- [EXERCISE REQUIREMENTS]:
Go through the entries below and print, exactly, the lines starting at the one with "filename tests/api/support/childServer.ts" and ending at the one with "stdout: () => string", keeping both ends and no others.

- [Dataset excerpts]:
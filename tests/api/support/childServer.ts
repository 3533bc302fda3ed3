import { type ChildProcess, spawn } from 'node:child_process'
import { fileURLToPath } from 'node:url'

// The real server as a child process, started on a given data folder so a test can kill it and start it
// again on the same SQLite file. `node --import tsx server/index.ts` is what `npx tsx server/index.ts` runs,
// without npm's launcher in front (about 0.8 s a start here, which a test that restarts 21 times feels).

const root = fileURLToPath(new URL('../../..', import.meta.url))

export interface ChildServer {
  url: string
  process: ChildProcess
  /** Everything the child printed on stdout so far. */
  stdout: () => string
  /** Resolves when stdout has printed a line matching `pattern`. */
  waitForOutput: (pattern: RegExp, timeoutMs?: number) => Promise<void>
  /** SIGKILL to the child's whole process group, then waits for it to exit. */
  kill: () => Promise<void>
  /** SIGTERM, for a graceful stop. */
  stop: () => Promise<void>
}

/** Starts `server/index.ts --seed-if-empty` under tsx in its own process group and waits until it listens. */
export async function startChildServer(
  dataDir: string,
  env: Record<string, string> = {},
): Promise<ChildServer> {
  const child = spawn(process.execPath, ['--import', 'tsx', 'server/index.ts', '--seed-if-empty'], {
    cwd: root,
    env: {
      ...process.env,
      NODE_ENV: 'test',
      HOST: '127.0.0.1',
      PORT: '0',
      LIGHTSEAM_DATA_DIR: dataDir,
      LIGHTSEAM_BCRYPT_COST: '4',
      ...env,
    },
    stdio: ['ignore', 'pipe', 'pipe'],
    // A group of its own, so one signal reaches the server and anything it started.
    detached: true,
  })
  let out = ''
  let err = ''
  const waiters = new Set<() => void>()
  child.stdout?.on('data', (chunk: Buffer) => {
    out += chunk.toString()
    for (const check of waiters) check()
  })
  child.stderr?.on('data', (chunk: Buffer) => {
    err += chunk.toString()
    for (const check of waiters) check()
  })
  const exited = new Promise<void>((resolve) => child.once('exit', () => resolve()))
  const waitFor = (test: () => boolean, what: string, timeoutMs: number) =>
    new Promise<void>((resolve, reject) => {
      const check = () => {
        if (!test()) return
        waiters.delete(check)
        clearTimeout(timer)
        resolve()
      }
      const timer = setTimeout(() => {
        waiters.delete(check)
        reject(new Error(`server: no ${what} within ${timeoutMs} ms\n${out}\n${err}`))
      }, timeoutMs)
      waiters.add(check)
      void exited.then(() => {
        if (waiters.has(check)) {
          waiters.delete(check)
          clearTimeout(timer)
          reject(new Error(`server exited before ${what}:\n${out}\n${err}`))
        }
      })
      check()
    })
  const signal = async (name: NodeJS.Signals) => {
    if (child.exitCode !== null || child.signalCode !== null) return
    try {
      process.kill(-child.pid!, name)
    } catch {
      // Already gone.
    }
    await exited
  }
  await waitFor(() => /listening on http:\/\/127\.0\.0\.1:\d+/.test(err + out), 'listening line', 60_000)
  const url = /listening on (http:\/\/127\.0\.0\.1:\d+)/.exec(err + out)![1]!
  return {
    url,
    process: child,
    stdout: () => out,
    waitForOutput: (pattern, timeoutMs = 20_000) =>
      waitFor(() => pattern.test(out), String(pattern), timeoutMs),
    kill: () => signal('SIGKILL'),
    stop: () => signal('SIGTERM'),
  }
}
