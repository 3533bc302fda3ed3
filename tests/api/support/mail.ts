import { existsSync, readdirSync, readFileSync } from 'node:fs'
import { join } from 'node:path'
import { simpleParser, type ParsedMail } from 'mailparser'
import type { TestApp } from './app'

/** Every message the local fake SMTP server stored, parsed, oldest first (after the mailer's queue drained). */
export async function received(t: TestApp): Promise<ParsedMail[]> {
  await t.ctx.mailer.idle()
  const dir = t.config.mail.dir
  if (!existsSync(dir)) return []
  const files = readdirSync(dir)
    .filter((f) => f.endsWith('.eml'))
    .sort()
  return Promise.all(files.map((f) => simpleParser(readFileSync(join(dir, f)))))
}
--
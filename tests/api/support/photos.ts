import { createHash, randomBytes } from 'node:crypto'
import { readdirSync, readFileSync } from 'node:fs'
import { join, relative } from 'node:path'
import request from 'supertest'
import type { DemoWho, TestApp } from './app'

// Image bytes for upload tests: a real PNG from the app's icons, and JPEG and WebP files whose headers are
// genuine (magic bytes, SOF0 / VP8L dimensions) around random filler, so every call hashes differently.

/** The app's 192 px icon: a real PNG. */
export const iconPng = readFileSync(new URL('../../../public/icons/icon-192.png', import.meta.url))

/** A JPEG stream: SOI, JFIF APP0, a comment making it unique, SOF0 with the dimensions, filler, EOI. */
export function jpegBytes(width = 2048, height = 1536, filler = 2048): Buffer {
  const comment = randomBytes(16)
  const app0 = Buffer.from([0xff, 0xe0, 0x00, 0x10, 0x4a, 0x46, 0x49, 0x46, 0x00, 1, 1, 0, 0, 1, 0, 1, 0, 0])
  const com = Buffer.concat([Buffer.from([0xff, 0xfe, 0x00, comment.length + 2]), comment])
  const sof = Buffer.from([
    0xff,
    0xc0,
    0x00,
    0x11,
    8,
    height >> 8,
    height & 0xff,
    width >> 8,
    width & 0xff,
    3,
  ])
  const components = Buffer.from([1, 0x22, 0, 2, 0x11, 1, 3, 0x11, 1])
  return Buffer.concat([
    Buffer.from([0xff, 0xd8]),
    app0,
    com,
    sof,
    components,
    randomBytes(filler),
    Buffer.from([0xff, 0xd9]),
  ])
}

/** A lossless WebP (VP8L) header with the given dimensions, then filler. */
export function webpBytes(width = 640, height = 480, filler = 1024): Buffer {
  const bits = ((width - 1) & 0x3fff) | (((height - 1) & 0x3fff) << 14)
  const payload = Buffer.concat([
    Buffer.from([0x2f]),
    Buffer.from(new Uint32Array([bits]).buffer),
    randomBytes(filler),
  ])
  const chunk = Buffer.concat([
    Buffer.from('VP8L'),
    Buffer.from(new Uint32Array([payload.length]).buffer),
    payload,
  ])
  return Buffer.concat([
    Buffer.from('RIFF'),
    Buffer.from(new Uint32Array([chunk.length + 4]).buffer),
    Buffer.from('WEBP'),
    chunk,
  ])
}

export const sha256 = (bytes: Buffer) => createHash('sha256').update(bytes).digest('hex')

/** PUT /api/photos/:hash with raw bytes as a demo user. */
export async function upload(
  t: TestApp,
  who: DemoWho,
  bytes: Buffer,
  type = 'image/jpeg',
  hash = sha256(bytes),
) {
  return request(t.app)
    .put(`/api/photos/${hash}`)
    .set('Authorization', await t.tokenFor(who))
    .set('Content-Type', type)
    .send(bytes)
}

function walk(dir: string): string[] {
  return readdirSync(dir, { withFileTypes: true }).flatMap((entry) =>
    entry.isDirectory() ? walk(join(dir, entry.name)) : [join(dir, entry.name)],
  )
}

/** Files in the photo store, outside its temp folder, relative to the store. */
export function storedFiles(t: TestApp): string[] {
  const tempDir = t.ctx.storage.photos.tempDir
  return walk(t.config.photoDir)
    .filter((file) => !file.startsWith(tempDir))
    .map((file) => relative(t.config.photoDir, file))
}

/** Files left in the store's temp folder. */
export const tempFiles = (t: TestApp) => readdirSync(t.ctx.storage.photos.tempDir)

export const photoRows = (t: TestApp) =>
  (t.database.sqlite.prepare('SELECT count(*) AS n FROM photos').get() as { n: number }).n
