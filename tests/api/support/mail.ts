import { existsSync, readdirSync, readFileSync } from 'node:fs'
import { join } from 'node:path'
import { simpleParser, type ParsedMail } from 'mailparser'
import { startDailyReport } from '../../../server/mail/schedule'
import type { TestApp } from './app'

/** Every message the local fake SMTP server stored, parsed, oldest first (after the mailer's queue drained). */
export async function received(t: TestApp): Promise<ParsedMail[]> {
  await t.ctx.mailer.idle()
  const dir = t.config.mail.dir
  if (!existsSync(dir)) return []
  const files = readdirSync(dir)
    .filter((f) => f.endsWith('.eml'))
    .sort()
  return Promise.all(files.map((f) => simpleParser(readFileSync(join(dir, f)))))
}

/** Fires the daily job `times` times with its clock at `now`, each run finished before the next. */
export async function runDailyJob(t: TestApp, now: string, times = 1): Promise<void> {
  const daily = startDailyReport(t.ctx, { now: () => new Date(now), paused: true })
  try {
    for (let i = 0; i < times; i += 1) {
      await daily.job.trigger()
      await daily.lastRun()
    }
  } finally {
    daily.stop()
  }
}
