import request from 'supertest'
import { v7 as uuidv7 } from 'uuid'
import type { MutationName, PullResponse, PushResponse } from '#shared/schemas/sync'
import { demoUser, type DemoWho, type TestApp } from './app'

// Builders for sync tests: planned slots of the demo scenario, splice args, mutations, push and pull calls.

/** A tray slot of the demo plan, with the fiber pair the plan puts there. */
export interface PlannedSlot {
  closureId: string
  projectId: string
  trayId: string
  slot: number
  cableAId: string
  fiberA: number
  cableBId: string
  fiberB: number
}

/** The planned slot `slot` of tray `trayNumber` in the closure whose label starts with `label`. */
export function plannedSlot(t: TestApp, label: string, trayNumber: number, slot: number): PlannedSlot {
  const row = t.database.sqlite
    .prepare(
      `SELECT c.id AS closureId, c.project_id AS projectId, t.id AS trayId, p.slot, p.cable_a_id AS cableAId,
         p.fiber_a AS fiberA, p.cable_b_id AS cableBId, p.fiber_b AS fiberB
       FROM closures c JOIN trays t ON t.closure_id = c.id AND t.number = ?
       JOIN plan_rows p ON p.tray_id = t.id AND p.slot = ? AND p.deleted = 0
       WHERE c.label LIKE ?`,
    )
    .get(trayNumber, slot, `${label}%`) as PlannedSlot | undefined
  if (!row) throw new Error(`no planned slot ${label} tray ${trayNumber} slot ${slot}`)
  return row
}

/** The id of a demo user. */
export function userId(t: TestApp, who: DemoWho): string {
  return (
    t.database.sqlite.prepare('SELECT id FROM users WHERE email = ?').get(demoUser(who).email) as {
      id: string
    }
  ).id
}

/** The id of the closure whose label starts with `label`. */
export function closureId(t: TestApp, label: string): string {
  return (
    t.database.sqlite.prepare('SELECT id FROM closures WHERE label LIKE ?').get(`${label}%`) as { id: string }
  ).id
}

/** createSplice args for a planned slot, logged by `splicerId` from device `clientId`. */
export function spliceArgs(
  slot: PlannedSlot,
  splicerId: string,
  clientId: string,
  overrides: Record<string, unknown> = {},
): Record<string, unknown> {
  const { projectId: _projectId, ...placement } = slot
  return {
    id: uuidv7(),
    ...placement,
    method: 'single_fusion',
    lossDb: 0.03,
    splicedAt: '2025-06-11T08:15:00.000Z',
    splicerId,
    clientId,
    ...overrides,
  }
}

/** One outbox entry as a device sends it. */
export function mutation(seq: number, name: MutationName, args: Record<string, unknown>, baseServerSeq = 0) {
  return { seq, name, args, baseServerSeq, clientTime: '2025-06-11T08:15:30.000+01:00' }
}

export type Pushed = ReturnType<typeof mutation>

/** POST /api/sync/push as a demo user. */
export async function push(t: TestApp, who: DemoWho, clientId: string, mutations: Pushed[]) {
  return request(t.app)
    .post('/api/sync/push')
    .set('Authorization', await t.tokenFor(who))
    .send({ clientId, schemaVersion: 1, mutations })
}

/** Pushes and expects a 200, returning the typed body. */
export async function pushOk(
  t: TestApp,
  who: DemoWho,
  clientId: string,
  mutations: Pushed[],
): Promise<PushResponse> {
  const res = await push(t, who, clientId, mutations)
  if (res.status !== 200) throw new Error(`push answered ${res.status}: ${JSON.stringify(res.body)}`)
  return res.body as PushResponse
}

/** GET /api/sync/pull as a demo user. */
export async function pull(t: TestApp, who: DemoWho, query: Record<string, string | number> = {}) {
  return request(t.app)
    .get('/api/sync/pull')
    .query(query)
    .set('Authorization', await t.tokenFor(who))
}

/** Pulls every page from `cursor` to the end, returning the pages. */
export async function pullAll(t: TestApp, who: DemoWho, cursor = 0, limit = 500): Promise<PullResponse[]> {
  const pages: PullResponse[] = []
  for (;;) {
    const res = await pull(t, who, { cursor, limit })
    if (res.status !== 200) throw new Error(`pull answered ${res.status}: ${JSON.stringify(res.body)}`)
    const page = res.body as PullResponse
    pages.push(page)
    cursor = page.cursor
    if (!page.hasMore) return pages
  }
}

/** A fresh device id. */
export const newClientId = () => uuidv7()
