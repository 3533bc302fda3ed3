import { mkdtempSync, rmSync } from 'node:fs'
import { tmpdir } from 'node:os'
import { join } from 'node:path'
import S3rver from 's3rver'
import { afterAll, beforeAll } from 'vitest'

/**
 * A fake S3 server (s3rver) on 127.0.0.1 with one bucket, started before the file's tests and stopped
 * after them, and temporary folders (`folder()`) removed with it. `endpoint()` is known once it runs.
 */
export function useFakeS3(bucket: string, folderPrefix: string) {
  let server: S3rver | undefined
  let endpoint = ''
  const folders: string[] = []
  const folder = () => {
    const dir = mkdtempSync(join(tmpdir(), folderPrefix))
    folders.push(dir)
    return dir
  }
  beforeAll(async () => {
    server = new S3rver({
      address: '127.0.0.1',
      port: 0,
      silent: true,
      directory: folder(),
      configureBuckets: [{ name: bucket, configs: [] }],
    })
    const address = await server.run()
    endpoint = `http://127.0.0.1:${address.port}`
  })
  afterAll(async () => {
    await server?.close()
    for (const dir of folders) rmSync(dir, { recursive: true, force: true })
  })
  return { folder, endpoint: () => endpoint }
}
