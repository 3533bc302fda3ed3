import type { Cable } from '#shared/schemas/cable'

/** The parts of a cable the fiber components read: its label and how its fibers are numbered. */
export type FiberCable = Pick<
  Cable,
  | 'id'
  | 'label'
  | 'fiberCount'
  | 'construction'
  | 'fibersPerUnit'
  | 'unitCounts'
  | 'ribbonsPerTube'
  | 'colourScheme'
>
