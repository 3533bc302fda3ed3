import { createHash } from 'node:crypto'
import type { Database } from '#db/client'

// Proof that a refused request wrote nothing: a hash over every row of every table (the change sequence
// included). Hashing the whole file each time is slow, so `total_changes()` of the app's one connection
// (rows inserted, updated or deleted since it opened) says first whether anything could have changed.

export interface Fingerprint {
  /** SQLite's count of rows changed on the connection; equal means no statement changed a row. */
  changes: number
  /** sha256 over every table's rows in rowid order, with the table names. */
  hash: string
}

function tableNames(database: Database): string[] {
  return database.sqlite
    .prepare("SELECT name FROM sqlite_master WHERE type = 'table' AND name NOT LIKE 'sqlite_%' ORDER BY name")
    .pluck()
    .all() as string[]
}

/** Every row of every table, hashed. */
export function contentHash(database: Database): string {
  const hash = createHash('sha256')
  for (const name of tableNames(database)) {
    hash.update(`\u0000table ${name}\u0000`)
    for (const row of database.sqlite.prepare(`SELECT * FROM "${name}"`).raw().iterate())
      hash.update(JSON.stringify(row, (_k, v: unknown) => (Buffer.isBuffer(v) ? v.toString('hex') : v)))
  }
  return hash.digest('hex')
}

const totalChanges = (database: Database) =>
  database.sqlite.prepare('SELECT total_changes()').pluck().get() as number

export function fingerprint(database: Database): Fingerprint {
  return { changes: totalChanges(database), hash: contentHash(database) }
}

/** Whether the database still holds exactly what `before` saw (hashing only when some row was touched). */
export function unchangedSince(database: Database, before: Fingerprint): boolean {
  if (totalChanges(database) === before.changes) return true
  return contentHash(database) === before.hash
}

- [REPLY TO THE EXERCISE]:
filename tests/api/support/childServer.ts
repository 3533bc302fda3ed3
import { type ChildProcess, spawn } from 'node:child_process'
import { fileURLToPath } from 'node:url'

// The real server as a child process, started on a given data folder so a test can kill it and start it
// again on the same SQLite file. `node --import tsx server/index.ts` is what `npx tsx server/index.ts` runs,
// without npm's launcher in front (about 0.8 s a start here, which a test that restarts 21 times feels).

const root = fileURLToPath(new URL('../../..', import.meta.url))

export interface ChildServer {
  url: string
  process: ChildProcess
  /** Everything the child printed on stdout so far. */
  stdout: () => string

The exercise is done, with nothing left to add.